Problem -
When the string "wheels" is part of a line in the data below, report the whole line.

(Dataset entries)
BEGIN
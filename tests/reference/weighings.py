"""Published weighings, changes between them and a pallet's tare, through the sums of a worksheet or a load.

Which examples they are, where they stand, and whether their figures were read, computed or remembered, is in
worked_examples.json.
"""

from collections.abc import Callable
from fractions import Fraction
from typing import Any

from fleet.weight_changes import Bracket, must_revise, negligible_weight, part_of, running
from fleet.worksheet import SignedLine, Sums, WeighingPoint, weighed
from loads.balance.declared import read_load
from tests.pure.loads.making import load, twin

F = Fraction
Figures = dict[str, Any]
Runner = Callable[[Figures, Figures], Figures]


def three_scales(inputs: Figures, _: Figures) -> Figures:
    """Tare off each point; all the fuel off at its arm, the unusable part back on at its own."""
    points = [
        WeighingPoint(one["name"], F(one["scale_lb"]), F(one["tare_lb"]), F(one["arm_in"]))
        for one in inputs["points"]
    ]
    fuel = F(inputs["fuel_on_board_gal"]) * F(inputs["fuel_density_lb_gal"])
    corrections = [
        SignedLine("fuel on board", -fuel, F(inputs["fuel_arm_in"])),
        SignedLine("unusable fuel", F(inputs["unusable_fuel_lb"]), F(inputs["unusable_arm_in"])),
    ]
    found = weighed(points, corrections)
    return {
        "as_weighed_lb": found.as_weighed.weight,
        "as_weighed_moment": found.as_weighed.moment,
        "empty_lb": found.empty.weight,
        "empty_moment": found.empty.moment,
        "empty_cg_in": found.empty.arm,
    }


def _two_points(total: Any, third: Any, mains: Fraction, third_arm: Fraction) -> Fraction:
    """The centre of gravity of an aircraft on its main wheels and one wheel more, from the datum."""
    points = [
        WeighingPoint("main wheels", F(total) - F(third), F(0), mains),
        WeighingPoint("nose or tail wheel", F(third), F(0), third_arm),
    ]
    return weighed(points).empty.arm


def from_the_mains(inputs: Figures, _: Figures) -> Figures:
    arm = _two_points(inputs["total_lb"], inputs["nose_lb"], F(0), F(inputs["nose_from_mains_in"]))
    return {"cg_from_mains_in": arm}


def nose_wheel(sign: int) -> Runner:
    """The datum `D` ahead (1) of the main wheels or behind (-1) them, the nose wheel `L` ahead of them."""

    def run(inputs: Figures, _: Figures) -> Figures:
        mains = sign * F(inputs["D_in"])
        return {"cg_in": _two_points(inputs["W_lb"], inputs["F_lb"], mains, mains - F(inputs["L_in"]))}

    return run


def tail_wheel(sign: int) -> Runner:
    """The same with the tail wheel `L` behind the main wheels."""

    def run(inputs: Figures, _: Figures) -> Figures:
        mains = sign * F(inputs["D_in"])
        return {"cg_in": _two_points(inputs["W_lb"], inputs["R_lb"], mains, mains + F(inputs["L_in"]))}

    return run


def negligible(inputs: Figures, _: Figures) -> Figures:
    first, second, third = inputs["thresholds_lb"]
    assert first["empty_below"] == second["empty_from"]
    assert second["empty_to"] == third["empty_above"]
    brackets = [
        Bracket(F(first["empty_below"]), False, F(first["lb"])),
        Bracket(F(second["empty_to"]), True, F(second["lb"])),
        Bracket(None, False, F(third["lb"])),
    ]
    return {
        "threshold_lb": [negligible_weight(brackets, F(case["empty_lb"])) for case in inputs["cases"]],
        "cg_in": part_of(F(inputs["cg_percent_mac"]), F(inputs["mac_in"])),
    }


def revise(inputs: Figures, _: Figures) -> Figures:
    """Each cumulative change is made by lines whose running sum has that weight and that shift."""
    mass = part_of(F("0.5"), F(inputs["max_landing_kg"]))
    chord = part_of(F("0.5"), F(inputs["mac_mm"]))
    before = Sums(F(3500), F(3500 * 4000))
    revised = []
    for change in inputs["cumulative"]:
        weight, shift = F(change["kg"]), F(change["cg_mm"])
        moment = (before.weight + weight) * (before.arm + shift) - before.moment
        half = SignedLine("one change", weight / 2, moment / weight)
        step = running(before, [half, half])[-1]
        assert (step.changed.weight, step.shift) == (weight, shift)
        revised.append(must_revise(step.changed.weight, step.shift, most_weight=mass, most_shift=chord))
    return {"mass_threshold_kg": mass, "cg_threshold_mm": chord, "revise": revised}


def pallet(inputs: Figures, _: Figures) -> Figures:
    """What the floor bears beyond the load itself: the item's line counts its pallet and its nets."""
    document = load()
    item = document["items"][0]
    item |= {
        "pallet": {"weight": {"value": inputs["pallet_lb"], "unit": "lb"}},
        "net": {"weight": {"value": inputs["nets_lb"], "unit": "lb"}},
    }
    gross = read_load(document, twin()).items[0].weight
    assert gross is not None
    return {"tare_lb": gross - F(item["weight"]["value"])}


WEIGHINGS: dict[str, Runner] = {
    "AMTG-4-20": three_scales,
    "WBH-NOSE": from_the_mains,
    "WBH-NOSE-DATUM-FWD": nose_wheel(1),
    "WBH-NOSE-DATUM-AFT": nose_wheel(-1),
    "WBH-TAIL-DATUM-FWD": tail_wheel(1),
    "WBH-TAIL-DATUM-AFT": tail_wheel(-1),
    "NEGLIGIBLE": negligible,
    "REVISE-05": revise,
    "PALLET-TARE": pallet,
}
END
Answer to the problem -
    """The centre of gravity of an aircraft on its main wheels and one wheel more, from the datum."""
        WeighingPoint("main wheels", F(total) - F(third), F(0), mains),
    """The datum `D` ahead (1) of the main wheels or behind (-1) them, the nose wheel `L` ahead of them."""
    """The same with the tail wheel `L` behind the main wheels."""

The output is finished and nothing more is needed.